Making people laugh and letting off steam about politics. Fun and anger.
6. What is your work ethic?
Never give up. That’s it.
7. How do the writers you read when you were young influence you today?
In my 20s, which I now think is ‘young’, the poetry I read then made me realise that poetry can be about anything and doesn’t need to be obscure to be classed as poetry.
8. Who of today’s writers do you admire the most and why?
Brian Bilston – the pun master. His poem ‘Refugees’ is poetry at its most powerful and should be studied in schools. Elvis McGonagall is hilarious yet deadly serious. John Osborne is the sort of writer you want to keep as a secret with your friends. Amy McAllister is also hilarious and very rude. Steve Pottinger and Byron Vincent are brilliant performers and lovely people. I’ve only just found about Suhaiyma Manzoor-Khan (and ordered her book, which is out in September). She is the most exciting poet I have heard in a long time.
9. Why do you write, as opposed to doing anything else?
I like the phrasing of the question: it suggests that I write a lot, which unfortunately isn’t true! I do lots of things other than writing, but writing is what I most enjoy. I love writing poetry that makes people laugh, because what could be better than making a room full of people spontaneously happy?
10. What would you say to someone who asked you “How do you become a writer?”
The word ‘writer’ implies that one is constantly or regularly writing. If my identity is based on what I do most frequently, it would be more accurate to called me a dishwasher! As Miroslav Holub wrote in his poem ‘Conversation with a poet’ (1982): ‘If you’ve written poems it means you *were* a poet. But now? / I’ll write a poem again one day.’ Anyway, to answer your question properly: you become a writer by writing and write because you want to write.

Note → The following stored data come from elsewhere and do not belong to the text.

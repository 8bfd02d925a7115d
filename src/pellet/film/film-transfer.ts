/** Coefficients of mass and heat transfer around a pellet from a correlation, one position of the bed at a time. */
import type { FilmCorrelation, FilmDiameter } from './film-correlations.js';

/** Sizes of a pellet, m; all equal for a sphere, whose sphericity is 1. */
export interface FilmSizes {
  /** Of the sphere of equal volume. */
  readonly volumeDiameter: number;
  /** 6 V/S */
  readonly sauterDiameter: number;
  /** Of the sphere of equal surface. */
  readonly surfaceDiameter: number;
  /** Sauter over volume diameter, at most 1. */
  readonly sphericity: number;
}

export interface FilmFlow {
  /** kg/(m² s), superficial */
  readonly massFlux: number;
  /** kg/m³ */
  readonly density: number;
  /** Pa s */
  readonly viscosity: number;
}

export interface FilmTransfer {
  /** ρ u d/μ with superficial velocity and the correlation's diameter. */
  readonly reynolds: (flow: FilmFlow) => number;
  /** Whether Reynolds number and void fraction lie where the correlation was measured. */
  readonly isInRange: (flow: FilmFlow) => boolean;
  /**
   * k = Sh D/d. Without correction for drift: multiply by the log-mean factor where the number of moles changes and the species is not dilute.
   *
   * @param diffusivities - in the mixture, m²/s, one per species; where one is NaN, which nothing needs, `target` keeps its value
   * @param target - m/s, one per species
   */
  readonly coefficientsInto: (flow: FilmFlow, diffusivities: Float64Array, target: Float64Array) => void;
  /** h = Nu λ/d, W/(m² K). @param conductivity - of the fluid, W/(m K) @param heatCapacity - of the fluid, J/(kg K) */
  readonly heatTransfer: (flow: FilmFlow, conductivity: number, heatCapacity: number) => number;
}

/** @param voidFraction - of the bed, between 0 and 1 */
export function createFilmTransfer(
  correlation: FilmCorrelation,
  sizes: FilmSizes,
  voidFraction: number,
): FilmTransfer {
  const { sherwood, reynoldsRange, voidRange, ownReynolds } = correlation;
  const diameter = sizes[diameterKeys[correlation.diameter]];
  const geometry = { voidFraction, sphericity: sizes.sphericity };
  const [lowest, highest] = ownReynolds?.range ?? reynoldsRange;
  const isVoidInRange = voidFraction >= voidRange[0] && voidFraction <= voidRange[1];
  const reynolds = ({ massFlux, viscosity }: FilmFlow): number => (massFlux * diameter) / viscosity;
  return {
    reynolds,
    isInRange(flow) {
      const value = ownReynolds ? ownReynolds.of(reynolds(flow), geometry) : reynolds(flow);
      return isVoidInRange && value >= lowest && value <= highest;
    },
    coefficientsInto(flow, diffusivities, target) {
      const value = reynolds(flow);
      const kinematicViscosity = flow.viscosity / flow.density;
      for (let i = 0; i < diffusivities.length; i++) {
        const diffusivity = diffusivities[i]!;
        if (Number.isNaN(diffusivity)) continue;
        target[i] = (sherwood(value, kinematicViscosity / diffusivity, geometry) * diffusivity) / diameter;
      }
    },
    heatTransfer(flow, conductivity, heatCapacity) {
      const prandtl = (flow.viscosity * heatCapacity) / conductivity;
      return (sherwood(reynolds(flow), prandtl, geometry) * conductivity) / diameter;
    },
  };
}

const diameterKeys = {
  sauter: 'sauterDiameter',
  volume: 'volumeDiameter',
  surface: 'surfaceDiameter',
} as const satisfies Record<FilmDiameter, keyof FilmSizes>;
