"""The figures of a unit as rows, a column for every condition."""

from __future__ import annotations

import math
from collections.abc import Callable, Iterator, Sequence

from igu.laws.constants import CELSIUS
from igu.model.unit import Unit
from igu.ratings.result import Result
from igu.terminal.page.text import WIDTH, standing
from igu.terminal.tables import head_width, heads, number

NAMES = 34
CELL = 11
"""Width of a column, wider where the name of a condition has a longer word."""

Line = tuple[str, Callable[[Result], str]]
"""A label, its last line beside the cells, and what stands in a cell."""


def figures(unit: Unit, results: Sequence[Result]) -> Iterator[str]:
    """Lines of the table; a row that says nothing under any condition beside it is not printed."""
    cell = head_width([r.conditions.name for r in results], least=CELL - 1) + 1
    abreast = max(1, (WIDTH - NAMES) // cell)
    for at in range(0, len(results), abreast):
        group = results[at : at + abreast]
        if at:
            yield ""
        for row in heads([r.conditions.name for r in group], CELL - 1):
            yield _row("", row, cell)
        for label, read in _lines(unit, results):
            cells = [read(r) for r in group]
            if any(cells):
                *above, name = label.split("\n")
                yield from above
                yield _row(name, cells, cell)


def _row(name: str, cells: Sequence[str], width: int) -> str:
    return (f"{name:<{NAMES}}" + "".join(f"{cell:>{width}}" for cell in cells)).rstrip()


def _lines(unit: Unit, results: Sequence[Result]) -> Iterator[Line]:
    panes = range(len(unit.panes))
    yield (
        f"Position (unit built at {math.degrees(unit.tilt):g}°)",
        lambda r: standing(r.tilt) if r.tilt != unit.tilt else "",
    )
    yield "Balance", lambda r: "" if r.outcome == "solved" else "not closed"
    yield "U, W/(m²K)", lambda r: _value(r.U, 2)
    yield from _environment_lines(results)
    yield "  declared", lambda r: _value(r.U_declared, 1)
    yield "Heat to the room, W/m²\n  by convection and long wave", lambda r: _value(r.flux_to_room, 1)
    yield from _angle_lines(results)
    yield "Solar factor g", lambda r: _of_sun(r, "g")
    yield "  direct, transmitted", lambda r: _of_sun(r, "transmittance")
    yield "  secondary, absorbed flowing in", lambda r: _of_sun(r, "q_i")
    yield "Sun reflected outdoors", lambda r: _of_sun(r, "reflectance_out")
    for k in panes:
        yield _absorbed_line(k)
        yield from _coating_lines(k, results)
    yield from (_given_heat_line(k) for k in panes)
    yield from (_inward_line(k) for k in panes)
    yield "Light transmitted", lambda r: _of_sun(r, "light_transmittance")
    yield "  reflected outdoors", lambda r: _of_sun(r, "light_reflectance_out")
    yield "  reflected to the room", lambda r: _of_sun(r, "light_reflectance_in")
    yield "UV transmitted", lambda r: _of_sun(r, "uv_transmittance")
    yield "Sun on the glass, W/m²", lambda r: _value(r.conditions.sun or None, 0)
    yield "What the room gains, W/m²\n  sun transmitted", lambda r: _of_budget(r, "transmitted")
    yield "  absorbed sun flowing in", lambda r: _of_budget(r, "absorbed_inward")
    yield "  by the temperature difference", lambda r: _of_budget(r, "temperature_difference")
    yield "  together", lambda r: _of_budget(r, "net")


def _environment_lines(results: Sequence[Result]) -> list[Line]:
    """The environmental temperatures U refers to, on a side where they are not the air's."""

    def line(name: str, side: str, air: str) -> list[Line]:
        pairs = [(getattr(r, side), getattr(r.conditions, air)) for r in results]
        differ = any(t is not None and abs(t - of_air) >= 0.05 for t, of_air in pairs)
        return [(f"  {name}, °C", lambda r: _celsius(getattr(r, side)))] if differ else []

    outdoors = line("environment outdoors", "environment_out", "outdoor_air")
    return outdoors + line("environment in the room", "environment_in", "indoor_air")


def _angle_lines(results: Sequence[Result]) -> list[Line]:
    """How the sun stands to the glass, where it is not normal to it under every condition."""
    lit = [r.conditions for r in results if r.solar]
    lines: list[Line] = []
    if any(c.incidence for c in lit):
        lines.append(
            ("Sun at incidence, °", lambda r: f"{math.degrees(r.conditions.incidence):.4g}" if r.solar else "")
        )
    if any(c.diffuse_share for c in lit):
        lines.append(("Diffuse share of the sun", lambda r: _value(r.conditions.diffuse_share, 2) if r.solar else ""))
    return lines


def _absorbed_line(k: int) -> Line:
    return f"Sun absorbed in pane {k + 1}", lambda r: _value(r.panes[k].solar_absorptance, 3)


def _given_heat_line(k: int) -> Line:
    return f"Heat absorbed in pane {k + 1}, W/m²", lambda r: _value((r.conditions.absorbed or {k: None})[k], 1)


def _inward_line(k: int) -> Line:
    head = "" if k else "Inward-flowing fraction (tangent)\n"
    return f"{head}  N{k + 1}, of heat absorbed in pane {k + 1}", lambda r: _value(r.panes[k].inward_fraction, 3)


def _coating_lines(k: int, results: Sequence[Result]) -> list[Line]:
    """Lines for the coatings of a pane of which the absorbed share is known."""

    def line(side: int) -> Line:
        def read(r: Result) -> str:
            return _value(r.solar.coating_absorptance[k][side], 3) if r.solar else ""

        return f"  of it in the coating of face {2 * k + side + 1}", read

    lit = [r.solar for r in results if r.solar]
    return [line(side) for side in (0, 1) if any(s.coating_absorptance[k][side] is not None for s in lit)]


def _of_sun(r: Result, name: str) -> str:
    return _value(getattr(r.solar, name), 3) if r.solar else ""


def _of_budget(r: Result, name: str) -> str:
    return _value(getattr(r.budget, name), 1) if r.budget and r.conditions.sun else ""


def _celsius(kelvin: float | None) -> str:
    return "" if kelvin is None else number(kelvin - CELSIUS, 1)


def _value(value: float | None, decimals: int) -> str:
    return "" if value is None else number(value, decimals)
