"""What every report shares: its width, its wrapped lines, its caution, the words for a position."""

from __future__ import annotations

import math
import re
import textwrap
from collections.abc import Iterable

from igu.model.conditions import Conditions
from igu.model.unit import Unit

WIDTH = 80

UNITS = re.compile(r"(?<=\d) (?=(?:%|°C|K|mm|m|Pa|hPa|W/\S+|kg/m²)(?:[ ,;:.)]|$))")
"""The space between a number and its unit."""

HELD = "\N{NO-BREAK SPACE}"

CAUTION = "An estimate for design: local codes and a licensed engineer decide."

MODEL = "model, not a measurement"


def wrapped(text: str, indent: str = "") -> list[str]:
    """The text in lines of at most 80 columns, a number with its unit."""
    held = UNITS.sub(HELD, text)
    lines = textwrap.wrap(held, WIDTH, initial_indent=indent, subsequent_indent=indent, break_on_hyphens=False)
    return [line.replace(HELD, " ") for line in lines] or [""]


def is_overhead(unit: Unit) -> bool:
    """Whether a unit leans more than 15 degrees, so that it could fall on someone (common practice, no source)."""
    return not math.radians(75.0) <= unit.tilt <= math.radians(105.0)


def caution(units: Iterable[Unit], *, service: bool = False) -> str | None:
    """The caution of figures that can hurt someone: those of overhead units, and, `service`, bowing and thermal
    fracture; None of others."""
    about = ["overhead glazing"] if any(map(is_overhead, units)) else []
    about += ["bowing and thermal fracture"] if service else []
    return f"{', '.join(about).capitalize()}. {CAUTION}" if about else None


def position(unit: Unit) -> str:
    """The position of a unit in words."""
    degrees = math.degrees(unit.tilt)
    names = {90.0: "vertical", 0.0: "horizontal, outdoors on top", 180.0: "horizontal, outdoors below"}
    return names.get(round(degrees, 6), f"tilted {degrees:g}° from the horizontal")


def under(conditions: Conditions) -> str:
    """Name of conditions, with the position where they bring their own."""
    return conditions.name if conditions.tilt is None else f"{conditions.name} ({standing(conditions.tilt)})"


def standing(tilt: float) -> str:
    """A position in a word."""
    degrees = round(math.degrees(tilt), 6)
    return {90.0: "vertical", 0.0: "horizontal"}.get(degrees, f"{degrees:g}°")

11. Tell me about the writing projects you have on at the moment.
I have a collection of poems that is sadly unpublished and resting inside a memory stick. It’s been over three years since my book ‘Exclamation Marx!’ was published, so, referring to my previous answer, this makes me feel like I *was* a poet. Another project is a solo show called ‘To be Blair’, which is about me dressing up as Tony Blair (in protest not in tribute). I really should finish writing it and perform it.